На четвертой минуте, когда мягко, с нежной, ни на что не похожей болью рассоединялся особенно густой клубок, из множества которых, как оказалось, состояла ее плоть, звук снега вдруг резко закончился, и рука, похожая на руку Александра Сергеевича, легла ей на лоб. Она еще не успела вспомнить, что то, на чем она чувствовала его руку, называется «лоб», а не «вода» и не, скажем, «растение», но другая память – не слов и предметов, а память какой-то былой несвободы, которую чувствует каждый умерший, наполнила всю ее вязкой тоскою, и слезы, выступившие в уголках задрожавших глаз, сказали о том, что она – возвращается.
* * *Не только ранняя весна, не только лето, но вся даже осень 1916 года оказались непривычно теплыми, светлыми и словно благодарили кого-то. Разумеется, никто и не понял, никто и не услышал этой благодарности. На фронте стояло относительное затишье, «в миру» были дачи, благотворительные концерты, броженье умов и что-то, напоминающее мелькание белки в колесе, которое со стороны кажется веселым и забавным, а если поставить себя на место этого колеса, которое не может остановиться, и на место этой белки, которая забыла, зачем оно крутится, то сразу становится тошно.

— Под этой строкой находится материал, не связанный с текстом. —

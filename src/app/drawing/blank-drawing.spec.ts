import { BLANK_LINES, type BlankDrawing, blankDrawing, type BlankLines } from './blank-drawing';
import { overlaps } from './box';
import { type TextMark, textBox } from './marks';
import { samplePart, solved, thousandths } from './sample-parts';
import type { PartDocument } from '@shared/part/document';

function drawn(part: PartDocument, lines: BlankLines, width = 950): BlankDrawing | null {
  return blankDrawing(solved(part), { width, lines, figureOf: thousandths, grain: 'across' });
}

const texts = (drawing: BlankDrawing): TextMark[] =>
  drawing.marks.filter((mark): mark is TextMark => mark.kind === 'text');

/** What lies on something else or runs off the paper; nothing, when all is well. */
function clashes(drawing: BlankDrawing): string[] {
  const placed = texts(drawing).map((text) => ({ ...textBox(text), text: text.text }));
  return placed.flatMap((box, index) => {
    const off = box.left < 0 || box.right > drawing.width || box.top < 0 || box.bottom > drawing.height;
    const under = placed.slice(index + 1).filter((other) => overlaps(box, other));
    return [...(off ? [`${box.text} off the paper`] : []), ...under.map((other) => `${box.text} on ${other.text}`)];
  });
}

describe('the blank drawing', () => {
  it('lays no figure on another and none outside, for 0 to 24 bends and every choice of lines', () => {
    for (const lines of BLANK_LINES) {
      for (let bends = 0; bends <= 24; bends++) {
        for (const width of [358, 950]) {
          const drawing = drawn(samplePart('tray', bends), lines, width);
          if (!drawing) throw new Error(`no blank with ${bends} bends`);
          expect(clashes(drawing)).withContext(`${bends} bends, ${lines}, ${width} px`).toEqual([]);
        }
      }
    }
  });

  it('notes every bend: in one line, in four under each other, or in three, by the room', () => {
    const notes = (bends: number, width: number): string[] =>
      texts(drawn(samplePart('tray', bends), 'tangents', width)!)
        .filter((text) => text.role.startsWith('note'))
        .map(({ text }) => text);
    expect(notes(2, 950)).toContain('L2 · face A up · 90° (90° between legs)');
    expect(notes(4, 560)).toContain('90° between legs');
    expect(notes(4, 560).length).toBe(4 * 4);
    expect(notes(24, 358)).not.toContain('90° between legs');
    expect(notes(24, 358).length).toBe(24 * 3);
  });

  it('gives every station of the lines that are shown, and both ends', () => {
    const figures = (lines: BlankLines): number =>
      texts(drawn(samplePart('tray', 4), lines)!).filter((text) => text.role.endsWith('station')).length;
    expect(figures('tangents')).toBe(2 + 8);
    expect(figures('sight lines')).toBe(2 + 8);
    expect(figures('both')).toBe(2 + 16);
  });

  it('tells the two sight lines of a bend apart, by a letter and by the kind of line', () => {
    const drawing = drawn(samplePart('tray', 2), 'sight lines')!;
    const letters = texts(drawing).filter((text) => text.role === 'station');
    expect(letters.filter(({ text }) => / D$/.test(text)).length).toBe(2);
    expect(letters.filter(({ text }) => / F$/.test(text)).length).toBe(2);
    const lines = drawing.marks.map(({ role }) => role);
    expect(lines.filter((role) => role === 'sight-datum').length).toBe(2);
    expect(lines.filter((role) => role === 'sight-far').length).toBe(2);
  });

  it('gets wider than its room rather than crowded', () => {
    expect(drawn(samplePart('tray', 4), 'tangents')?.width).toBe(950);
    expect(drawn(samplePart('tray', 24), 'tangents', 358)!.width).toBeGreaterThan(1000);
  });

  it('says when the width is not to scale', () => {
    const part = samplePart('tray', 2);
    expect(drawn({ ...part, width: 0.4 }, 'tangents')?.widthToScale).toBeTrue();
    expect(drawn({ ...part, width: 60 }, 'tangents')?.widthToScale).toBeFalse();
    const { width: _none, ...open } = part;
    expect(drawn(open, 'tangents')?.widthToScale).toBeFalse();
  });

  it('is none when a leg is consumed', () => {
    const part = samplePart('tray', 2);
    expect(drawn({ ...part, chain: part.chain.with(2, { leg: 0.1 }) }, 'tangents')).toBeNull();
  });
});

В усадьбе умершего князя Голицына устроили лазарет для раненых офицеров, и Танин отец работал там дважды в неделю. В городе тянулась жара, с продуктами стало намного хуже, чем зимою, дороговизна и спекуляции выросли так, что даже ко всему привычные люди только крутили в недоумении головами, и отец настоял, чтобы рядом с усадьбой Кузьминки снять дачу и вывезти всех домочадцев на воздух.